I prefer metal nest boxes, but this wooden box is sturdy enough to last through several litters. Clean well between uses.

  • Fill the nest box loosely to the top with straw.  Straw will help to insulate the kits, and the doe will chew some of it.

  • Squeeze in some timothy or field hay at the very top of the rabbit nest box.

  • Thrust your fist into the middle of the rabbit nest box, simulating a little burrow.  Push your fist in quite a way, but not all the way to the shavings.  I don’t think the does need the hint, but perhaps it makes their job a little bit easier.
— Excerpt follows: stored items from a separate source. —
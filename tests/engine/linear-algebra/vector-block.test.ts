import { describe, expect, it } from 'vitest';
import { dot } from '../../../engine/linear-algebra/dense';
import { symmetricEigen } from '../../../engine/linear-algebra/symmetric-eigen';
import { plainVectors } from '../../../engine/linear-algebra/vector-algebra';
import { VectorBlock } from '../../../engine/linear-algebra/vector-block';
import { randomArray, randomSymmetric, seededRandom } from '../../support/random';

function randomBlock(dimension: number, size: number, seed: number): VectorBlock {
  const block = new VectorBlock(dimension);
  const random = seededRandom(seed);
  for (let k = 0; k < size; k++) {
    block.spare().set(randomArray(dimension, random));
    block.orthonormalise(block.spare(), 1e-9);
    block.append();
  }
  return block;
}

describe('VectorBlock', () => {
  it('identity: vectors made orthonormal are so to rounding, nearly dependent ones too', () => {
    const block = randomBlock(1300, 6, 1);
    const nearly = block.at(2).slice();
    nearly[17] += 1e-7;
    expect(block.orthonormalise(nearly, 1e-9)).toBe(true);
    expect(Math.abs(dot(nearly, nearly) - 1)).toBeLessThan(1e-14);
    for (let k = 0; k < 6; k++) expect(Math.abs(dot(nearly, block.at(k)))).toBeLessThan(1e-14);
  });

  it('identity: a combination of the block, and a zero vector, bring nothing new', () => {
    const block = randomBlock(200, 4, 2);
    const combination = new Float64Array(200);
    plainVectors.combine(combination, 0, block.members, [1, -2, 3, 0.5]);
    expect(block.orthonormalise(combination, 1e-9)).toBe(false);
    expect(block.orthonormalise(new Float64Array(200), 1e-9)).toBe(false);
  });

  it('identity: rotation by an orthogonal matrix gives the combinations, longer than one chunk', () => {
    const block = randomBlock(1300, 5, 3);
    const { vectors } = symmetricEigen(randomSymmetric(5, seededRandom(9)), 5);
    const expected = Array.from({ length: 3 }, (_, k) => {
      const target = new Float64Array(1300);
      const column = Array.from({ length: 5 }, (_, i) => vectors[i * 5 + k]);
      plainVectors.combine(target, 0, block.members, column);
      return target;
    });
    const kept = Float64Array.from({ length: 15 }, (_, k) => vectors[Math.floor(k / 3) * 5 + (k % 3)]);
    block.rotate(kept, 3);
    expect(block.size).toBe(3);
    expected.forEach((vector, k) => {
      vector.forEach((value, i) => {
        expect(Math.abs(block.at(k)[i] - value)).toBeLessThan(1e-15);
      });
    });
  });
});
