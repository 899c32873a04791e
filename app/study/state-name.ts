import type { SpinName, StateSymmetry } from '#engine';

const MULTIPLICITIES: Readonly<Record<Exclude<SpinName, 'mixed'>, string>> = {
  singlet: '¹',
  doublet: '²',
  triplet: '³',
  quartet: '⁴',
  quintet: '⁵',
  sextet: '⁶',
  septet: '⁷',
};
const LETTERS = ['Σ', 'Π', 'Δ', 'Φ', 'Γ'];
const SUBSCRIPTS = '₀₁₂₃₄₅₆₇₈₉';

/**
 * A state as spectroscopists write it, as far as it is known: `¹Σg⁺`, of molecules that are not linear `¹B₁`; without
 * symmetry the word for its spin.
 */
export function stateName(spin: SpinName, symmetry: StateSymmetry | undefined): string {
  if (!symmetry) return spin;
  const name = termName(symmetry);
  return spin === 'mixed' ? `${name}, mixed spin` : `${MULTIPLICITIES[spin]}${name}`;
}

function termName({ irrep, term }: StateSymmetry): string {
  const letter = term && LETTERS[term.lambda];
  if (!letter) return irrep.replace(/\d/g, (digit) => SUBSCRIPTS[Number(digit)] ?? digit);
  const raised = term.reflection === undefined ? '' : term.reflection === '+' ? '⁺' : '⁻';
  return `${letter}${term.inversion ?? ''}${raised}`;
}
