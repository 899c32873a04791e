/*
 * How levels look in every figure, in the window and on paper. Colours are from P. Tol, Colour Schemes, SRON
 * technical note SRON/EPS/TN/09-002, issue 3.2 (2021), made to be told apart by colour-blind readers: the
 * "muted" scheme on white, the "light" scheme on dark grounds. Dashes and markers say the same once more for
 * prints in grey.
 */

/** "muted" */
const INDIGO = '#332288';
const CYAN = '#88CCEE';
const TEAL = '#44AA99';
const GREEN = '#117733';
const OLIVE = '#999933';
const SAND = '#DDCC77';
const ROSE = '#CC6677';
const WINE = '#882255';
const PURPLE = '#AA4499';
/** "bright", and black, for ranks that are seldom drawn: the other scheme has no more */
const BLUE = '#4477AA';
const BLACK = '#000000';

/** "light" */
const LIGHT_BLUE = '#77AADD';
const LIGHT_CYAN = '#99DDFF';
const MINT = '#44BB99';
const PEAR = '#BBCC33';
const DEEP_OLIVE = '#AAAA00';
const LIGHT_YELLOW = '#EEDD88';
const ORANGE = '#EE8866';
const PINK = '#FFAABB';
const PALE_GREY = '#DDDDDD';
/** "pale", and white */
const PALE_GREEN = '#CCDDAA';
const WHITE = '#FFFFFF';

export type MarkerShape = 'circle' | 'square' | 'triangle-up' | 'triangle-down' | 'diamond';

export interface LevelStyle {
  /** on white */
  readonly colour: string;
  readonly colourOnDark: string;
  /** lengths of strokes and gaps in points; empty: a solid line */
  readonly dash: readonly number[];
  readonly shape: MarkerShape;
}

/** Full CI is solid, as the curve that the others are measured by. */
const LEVEL_STYLES: Readonly<Record<string, LevelStyle>> = {
  RHF: { colour: INDIGO, colourOnDark: LIGHT_BLUE, dash: [6, 1.6, 1.2, 1.6], shape: 'triangle-up' },
  ROHF: { colour: TEAL, colourOnDark: DEEP_OLIVE, dash: [6, 1.6, 1.2, 1.6], shape: 'diamond' },
  UHF: { colour: CYAN, colourOnDark: LIGHT_CYAN, dash: [7, 2], shape: 'triangle-down' },
  MP2: { colour: SAND, colourOnDark: LIGHT_YELLOW, dash: [1.2, 1.2], shape: 'square' },
  CIS: { colour: PURPLE, colourOnDark: PINK, dash: [1.2, 1.6], shape: 'diamond' },
  CISD: { colour: ROSE, colourOnDark: ORANGE, dash: [4, 2], shape: 'square' },
  CISDT: { colour: OLIVE, colourOnDark: PEAR, dash: [2.4, 1.6], shape: 'triangle-down' },
  CISDTQ: {
    colour: WINE,
    colourOnDark: PALE_GREY,
    dash: [5, 1.6, 1.2, 1.6, 1.2, 1.6],
    shape: 'diamond',
  },
  CISDTQ5: { colour: BLUE, colourOnDark: WHITE, dash: [3, 1.2], shape: 'square' },
  CISDTQ56: { colour: BLACK, colourOnDark: PALE_GREEN, dash: [1.6, 3], shape: 'circle' },
  FCI: { colour: GREEN, colourOnDark: MINT, dash: [], shape: 'circle' },
};

/** For a level that this version does not know, from a file of a newer one. */
const UNKNOWN: LevelStyle = { colour: '#666666', colourOnDark: PALE_GREY, dash: [1, 1], shape: 'circle' };

/** A level looks the same in every figure. */
export const styleOfLevel = (level: string): LevelStyle => LEVEL_STYLES[level] ?? UNKNOWN;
  • Lastly, place the nest box in the doe’s cage.  Because you’ll be needing to check on the baby rabbits frequently (ideally every day), put the nest box where it will be convenient to your reach.  See Rabbit Breeding (Conception to Kindling) for more details.

Nesting Box Materials: Pine Shavings, Hay, Straw

You'll put the rabbit nest box in the cage, and then observe the doe.

Pregnant rex doe with rabbit nest box

She’ll do one of several things:

  • She’ll just stare at you stupidly...  She’s trying to fool you; she doesn’t want you to know she’s about ready to give birth.  Okay, I don’t know if that’s true or not...  Some does just don’t do anything, other than sniff the rabbit nest box and go lay down.

  • Some does are mellow as jello. They’ll simply pull out a piece of straw or hay, and begin munching, content as can be.

  • Some does look at you like, "Sheesh!  What took you so long??"  They’ll immediately plunge into the nest, and begin to dismantle all the lovely layers and thick carpet of shavings.  They’ll stuff their jaws with more straw than they can possibly carry, and pace the cage, looking for the perfect place to build their nest. You’ll think: "Dang, I just gave you the perfect nest...use it, for Pete's sake!"  And she will, after a while. But first, she’ll try to place the straw in this corner or that one.  You’ll give up watching in frustration and head back into the house. 
Pregnant opal rex doe and her rabbit nest box.

In the morning, you’ll find she’s done an absolutely masterful job of nest-making!

Now, both you and your doe can relax...until the big day.